Stored items
import { type ReactNode, useState } from "react";
import { useForm } from "react-hook-form";
import { lengthInputValue, parseLength } from "@shared/domain/units.ts";
import { zodResolver } from "@hookform/resolvers/zod";
import { StudioSettingsSchema, type StudioSettings, type StudioSettingsRecord } from "@shared/schemas/settings.ts";
import type { z } from "zod";

type SettingsInput = z.input<typeof StudioSettingsSchema>;
type NumberSetting = "minOverlapMm" | "checkIntervalMonths" | "checkIntervalOnLoanMonths" | "rebateClearanceMm";
import { can } from "@shared/permissions.ts";
import { useMe } from "@/features/session/api/session.ts";
import { useRemoveLogo, useSaveSettings, useSettings, useUploadLogo } from "@/features/settings/api/settings.ts";
import { SelectField, TextAreaField, TextField } from "@/components/ui/field.tsx";
import { Button } from "@/components/ui/button.tsx";
import { Segmented } from "@/components/ui/segmented.tsx";
import { ErrorNotice, Notice, SkeletonRows } from "@/components/ui/feedback.tsx";
import { useServerErrors } from "@/lib/form-errors.ts";
import { useSaveTerm, useTerms } from "@/features/condition/api/condition.ts";
import { UsersPanel } from "@/features/settings/components/users-panel.tsx";
import { useClients } from "@/features/clients/api/clients.ts";
import { SettingsSection } from "@/features/settings/components/settings-section.tsx";

/** A save's outcome: "Saved" with what was saved, or why it was not. */
function SaveNotices({ saved, error, children }: { saved: boolean; error: Error | null; children: ReactNode }) {
  return (
    <>
      {saved && (
        <Notice tone="pass" title="Saved">
          {children}
        </Notice>
      )}
      {error && <ErrorNotice title="Not saved" error={error} />}
    </>
  );
}

function SettingsForm({ initial, readOnly }: { initial: StudioSettings; readOnly: boolean }) {
  const save = useSaveSettings();
  const form = useForm<SettingsInput, unknown, StudioSettings>({ resolver: zodResolver(StudioSettingsSchema), defaultValues: initial });
  const e = form.formState.errors;
  const server = useServerErrors(form);
  /** A number setting, read back as a number; `step` where it takes halves (the millimetre ones). */
  const numberField = (name: NumberSetting, label: string, hint?: string, step?: string) => (
    <TextField label={label} type="number" step={step} error={e[name]?.message} hint={hint} {...form.register(name, { valueAsNumber: true })} />
  );
  const submit = form.handleSubmit(async ({ framePresets: _kept, ...values }) => {
    if (await server.run(() => save.mutateAsync(values))) form.reset(values as SettingsInput);
  });
  return (
    <form onSubmit={submit} noValidate className="max-w-3xl space-y-4">
      <SaveNotices saved={save.isSuccess && !form.formState.isDirty} error={save.error}>
        The studio settings are saved.
      </SaveNotices>
      <fieldset disabled={readOnly} className="grid gap-4 rounded-card bg-paper-sheet p-5 shadow-card md:grid-cols-2">
        <h2 className="col-span-full text-base font-semibold">Studio</h2>
        <TextField label="Studio name" error={e.studioName?.message} {...form.register("studioName")} />
        <TextAreaField label="Address" error={e.studioAddress?.message} {...form.register("studioAddress")} />
        <TextField
          label="Telephone and e-mail"
          hint="Printed under the address on every document and back label."
          error={e.studioContact?.message}
          {...form.register("studioContact")}
        />
        <h2 className="col-span-full mt-2 text-base font-semibold">Measures and words</h2>
        <SelectField label="Unit" error={e.unit?.message} {...form.register("unit")}>
          <option value="mm">Millimetres</option>
          <option value="in">Inches with fractions</option>
        </SelectField>
        <SelectField label="Vocabulary" error={e.vocabulary?.message} hint="UK trade: mount, rebate. US trade: mat, rabbet." {...form.register("vocabulary")}>
          <option value="mount">Mount (UK)</option>
          <option value="mat">Mat (US)</option>
        </SelectField>
        <SelectField label="Paper size for documents" error={e.paperSize?.message} {...form.register("paperSize")}>
          <option value="A4">A4 (210 × 297 mm)</option>
          <option value="Letter">US Letter (8 1/2 × 11 in)</option>
        </SelectField>
        <TextField label="Currency" maxLength={3} error={e.currency?.message} hint="ISO 4217 code" {...form.register("currency")} />
        {numberField("minOverlapMm", "Minimum overlap (mm)", "How far the window must cover the sheet on each overlapped side. 5 mm is common practice.", "0.5")}
        {numberField("checkIntervalMonths", "Condition check every (months)", "After the last check, or the mounting when there is none.")}
        {numberField("checkIntervalOnLoanMonths", "…for objects on loan (months)")}
        {numberField("rebateClearanceMm", "Rebate clearance (mm, in total)", "Added to the package size to give the frame rebate; 1–3 mm is usual.", "0.5")}
      </fieldset>
      {!readOnly && (
        <Button type="submit" disabled={form.formState.isSubmitting}>
          Save settings
        </Button>
      )}
    </form>
  );
}

/** The controlled vocabulary of condition findings: the admin adds, renames and retires terms (never deletes them). */
function Vocabulary({ readOnly }: { readOnly: boolean }) {
  const terms = useTerms(!readOnly);
  const save = useSaveTerm();
  const [list, setList] = useState<"paper" | "photograph">("paper");
  const [draft, setDraft] = useState("");
  const [error, setError] = useState<string | null>(null);
  const shown = (terms.data ?? []).filter((t) => t.list === list);
  const add = () => {
    setError(null);
    save.mutate({ list, term: draft.trim(), caution: null, active: true }, { onSuccess: () => setDraft(""), onError: (e) => setError(e.message) });
  };
  return (
    <SettingsSection title="Condition vocabulary">
      <p className="text-sm text-graphite">The words findings are recorded in. Photographs use both lists. A retired term stays on old reports but is no longer offered.</p>
      <Segmented
        kind="tab"
        label="List"
        options={["paper", "photograph"] as const}
        value={list}
        onChange={setList}
        optionLabel={(l) => (l === "paper" ? "Paper" : "Photographs")}
        hover={false}
      />
      <ul className="grid gap-1 sm:grid-cols-2">
        {shown.map((t) => (
          <li key={t.id} className="flex items-center justify-between gap-2 border-b border-stone-light py-1 text-sm">
            <span className={t.active ? "" : "text-graphite line-through"}>
              {t.term}
              {t.caution ? " ▲" : ""}
            </span>
            {!readOnly && (
              <Button
                variant="quiet"
                className="px-2 py-0.5 text-xs"
                onClick={() => save.mutate({ id: t.id, list: t.list, term: t.term, caution: t.caution ?? null, active: !t.active })}
              >
                {t.active ? "Retire" : "Bring back"}
              </Button>
            )}
          </li>
        ))}
      </ul>
      {!readOnly && (
        <div className="flex items-end gap-2">
          <TextField label={`New ${list === "paper" ? "paper" : "photograph"} term`} value={draft} error={error ?? undefined} onChange={(e) => setDraft(e.target.value)} />
          <Button onClick={add} disabled={!draft.trim() || save.isPending}>
            Add
          </Button>
        </div>
      )}
      <p className="text-xs text-graphite">▲ shows a handling caution (mould, insects) on reports with that finding.</p>
    </SettingsSection>
  );
}

function StudioUsers() {
  const clients = useClients();
  return <UsersPanel clients={clients.data ?? []} />;
}

type PresetRow = { label: string; width: string; height: string };

/** The studio's own frame sizes, typed in the studio's unit and kept in mm. */
function FramePresets({ settings, readOnly }: { settings: StudioSettingsRecord; readOnly: boolean }) {
  const save = useSaveSettings();
  const u = settings.unit;
  const [rows, setRows] = useState<PresetRow[]>(
    settings.framePresets.map((p) => ({ label: p.label, width: lengthInputValue(p.widthMm, u), height: lengthInputValue(p.heightMm, u) })),
  );
  const [errors, setErrors] = useState<Record<string, string>>({});
  const set = (i: number, k: keyof PresetRow, v: string) => setRows((r) => r.map((row, j) => (j === i ? { ...row, [k]: v } : row)));
  function submit() {
    const errs: Record<string, string> = {};
    const presets = rows.map((r, i) => {
      const w = parseLength(r.width, u);
      const h = parseLength(r.height, u);
      if (!r.label.trim()) errs[`${i}.label`] = "Name the size.";
      if (!w.ok || w.mm <= 0) errs[`${i}.width`] = w.ok ? "Width must be greater than 0." : w.message;
      if (!h.ok || h.mm <= 0) errs[`${i}.height`] = h.ok ? "Height must be greater than 0." : h.message;
      return { label: r.label.trim(), widthMm: w.ok ? w.mm : 0, heightMm: h.ok ? h.mm : 0 };
    });
    setErrors(errs);
    if (Object.keys(errs).length === 0) save.mutate({ ...settings, framePresets: presets });
  }
  return (
    <SettingsSection title="The studio's frame sizes">
      <p className="text-sm text-graphite">Ready-made sizes the studio stocks; the planner offers them beside the standard ones. Sizes in {u === "in" ? "inches" : "mm"}.</p>
      <SaveNotices saved={save.isSuccess} error={save.error}>
        The frame sizes are saved.
      </SaveNotices>
      {rows.length === 0 && <p className="text-sm text-graphite">No sizes yet.</p>}
      {rows.map((r, i) => (
        // biome-ignore lint/suspicious/noArrayIndexKey: the inputs are controlled and errors are addressed by row number, so position is the row's identity
        <div key={i} className="grid grid-cols-[1fr_7rem_7rem_auto] items-end gap-2">
          <TextField label="Name" disabled={readOnly} value={r.label} error={errors[`${i}.label`]} onChange={(e) => set(i, "label", e.target.value)} />
          <TextField label={`Width (${u})`} disabled={readOnly} className="num" value={r.width} error={errors[`${i}.width`]} onChange={(e) => set(i, "width", e.target.value)} />
          <TextField
            label={`Height (${u})`}
            disabled={readOnly}
            className="num"
            value={r.height}
            error={errors[`${i}.height`]}
            onChange={(e) => set(i, "height", e.target.value)}
          />
          {!readOnly && (
            <Button variant="quiet" onClick={() => setRows((x) => x.filter((_, j) => j !== i))} aria-label={`Remove ${r.label || "this size"}`}>
              Remove
            </Button>
          )}
        </div>
      ))}
      {!readOnly && (
        <div className="flex gap-2">
          <Button variant="secondary" onClick={() => setRows((x) => [...x, { label: "", width: "", height: "" }])}>
            Add a size
          </Button>
          <Button onClick={submit} disabled={save.isPending}>
            Save sizes
          </Button>
        </div>
      )}
    </SettingsSection>
  );
}

/** The studio's logo, drawn left of the studio's name in the header of every document. Admin only. */
function Logo({ hasLogo, version }: { hasLogo: boolean; version: number }) {
  const upload = useUploadLogo();
  const remove = useRemoveLogo();
  const [input, setInput] = useState(0);
  const error = upload.error?.message ?? remove.error?.message ?? null;
  const busy = upload.isPending || remove.isPending;
  return (
    <SettingsSection title="Logo on documents">
      <p className="text-sm text-graphite">
        Shown beside the studio's name at the top of every document. A PNG or JPEG of at most 2 MB and 4000 × 4000 pixels; it is stored as a PNG 600 pixels wide at most.
      </p>
      {hasLogo ? (
        <img
          src={`/api/settings/logo?v=${version}`}
          alt="The studio's current logo"
          className="h-12 w-auto max-w-xs rounded border border-stone-light bg-white object-contain p-1"
        />
      ) : (
        <p className="text-sm text-graphite">No logo yet: documents show the studio's name only.</p>
      )}
      {error && (
        <Notice tone="fail" title="Logo not changed">
          {error}
        </Notice>
      )}
      <div className="flex flex-wrap items-end gap-3">
        <label className="grid gap-1 text-sm">
          <span className="font-medium">{hasLogo ? "Replace the logo (PNG or JPEG)" : "Upload a logo (PNG or JPEG)"}</span>
          <input
            key={input}
            type="file"
            accept="image/png,image/jpeg"
            disabled={busy}
            onChange={(e) => {
              const file = e.target.files?.[0];
              remove.reset();
              if (file) upload.mutate(file, { onSettled: () => setInput((n) => n + 1) });
            }}
          />
        </label>
        {hasLogo && (
          <Button
            variant="quiet"
            disabled={busy}
            onClick={() => {
              upload.reset();
              remove.mutate();
            }}
          >
            Remove
          </Button>
        )}
      </div>
      {upload.isPending && (
        <p className="text-sm text-graphite" role="status">
          Uploading the logo…
        </p>
      )}
    </SettingsSection>
  );
}

export function Component() {
  const { data: user } = useMe();
  const settings = useSettings();
  if (settings.isPending) return <SkeletonRows />;
  if (settings.isError) return <ErrorNotice error={settings.error} />;
  const readOnly = !can(user, "settings:update");
  return (
    <div className="space-y-5">
      <header>
        <h1 className="text-2xl font-bold tracking-tight">Studio</h1>
        <p className="text-sm text-graphite">{readOnly ? "Only the studio admin can change these settings." : "Settings used on every screen and document."}</p>
      </header>
      <SettingsForm initial={settings.data} readOnly={readOnly} />
      <FramePresets settings={settings.data} readOnly={readOnly} />
      {!readOnly && <Logo hasLogo={settings.data.hasLogo} version={settings.dataUpdatedAt} />}
      <Vocabulary readOnly={!can(user, "terms:manage")} />
      {can(user, "user:manage") && <StudioUsers />}
    </div>
  );
}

### WORK ORDER
Looking at the data above, show all lines where the word "StudioSettingsRecord" occurs.

### ANSWER TO THIS TASK
import { StudioSettingsSchema, type StudioSettings, type StudioSettingsRecord } from "@shared/schemas/settings.ts";
function FramePresets({ settings, readOnly }: { settings: StudioSettingsRecord; readOnly: boolean }) {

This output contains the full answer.